Looking for more things to do in Bristol?
Beyond the Instagram shots, Bristol is one of the most amazing cities in the UK with so many unique things to do. Plus, the good news is most of them are absolutely FREE which make it a great budget day out!
If you wanted to explore some free museums, you have the Red Lodge, The Georgian Museum and the Bristol Art Gallery Museum (with more Banksy)!
If you wanted to go shopping, Park Street is a good choice with its vintage shops or try Cabot Circus for your High Street brands.
Festivals make a great time to visit Bristol and you’ll find a Balloon Fiesta, Harbourside Festival and the lively St Paul’s Carnival.
Or, you can explore some different areas outside of the centre of Bristol.
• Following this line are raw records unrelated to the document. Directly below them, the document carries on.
/// Same as [`central`] from the two one-pixel steps (NaN/∞ = unavailable).
#[inline]
fn central_steps(back: f64, fwd: f64) -> Option<f64> {
    match (back.is_finite(), fwd.is_finite()) {
        (true, true) => Some(0.5 * (back + fwd)),
        (true, false) => Some(back),
        (false, true) => Some(fwd),
        (false, false) => None,
    }
}

/// Gradient magnitude (level units per pixel) if usable.
#[inline]
fn gradient(gx: Option<f64>, gy: Option<f64>) -> Option<f64> {
    let g = match (gx, gy) {
        // Plain sqrt: an overflow to ∞ only means "levels far too dense".
        (Some(a), Some(b)) => (a * a + b * b).sqrt(),
        (Some(a), None) | (None, Some(a)) => a.abs(),
        (None, None) => return None,
    };
    (g.is_finite() && g > 1e-300).then_some(g)
}

/// Line coverage in [0, 1] at level coordinate `q` with gradient `g` per pixel.
#[inline]
fn coverage(q: f64, g: f64) -> f64 {
    if !q.is_finite() {
        return 0.0;
    }
    let dist_px = (q - fast_floor(q + 0.5)).abs() / g;
    (0.5 * LINE_WIDTH_PX + 0.5 - dist_px).clamp(0.0, 1.0)
}

/// 0 where levels are closer than `FADE_START_PX`, 1 beyond `FADE_END_PX`.
#[inline]
fn fade(g: f64) -> f64 {
    let spacing = 1.0 / g;
    let t = ((spacing - FADE_START_PX) / (FADE_END_PX - FADE_START_PX)).clamp(0.0, 1.0);
    t * t * (3.0 - 2.0 * t)
}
Like a ramble around Leigh Woods, Ashington Court deer park or Blaise Castle, an magical folly.
Where to stay in Bristol
On my recent visit to Bristol, I stayed over in the luxurious Berkeley Suites. Set in an enchanting Georgian crescent, I had my own apartment for the night in the city centre!
It had a en-suite bathroom, double bedroom, plus an open plan living room and kitchen with all the amenities I could wish for.
But, it wasn’t all self-catering. These apartments give you your own private living space while still having access to the facilities of a normal hotel. So, you still get breakfast and room service from the Berkeley Square nearby.
Inside my room, I had a welcome basket of goodies plus a welcome drink of classic Bristol Cream Sherry. Also, I had my own visual art gallery on the TV. It was the perfect place for a luxury staycation.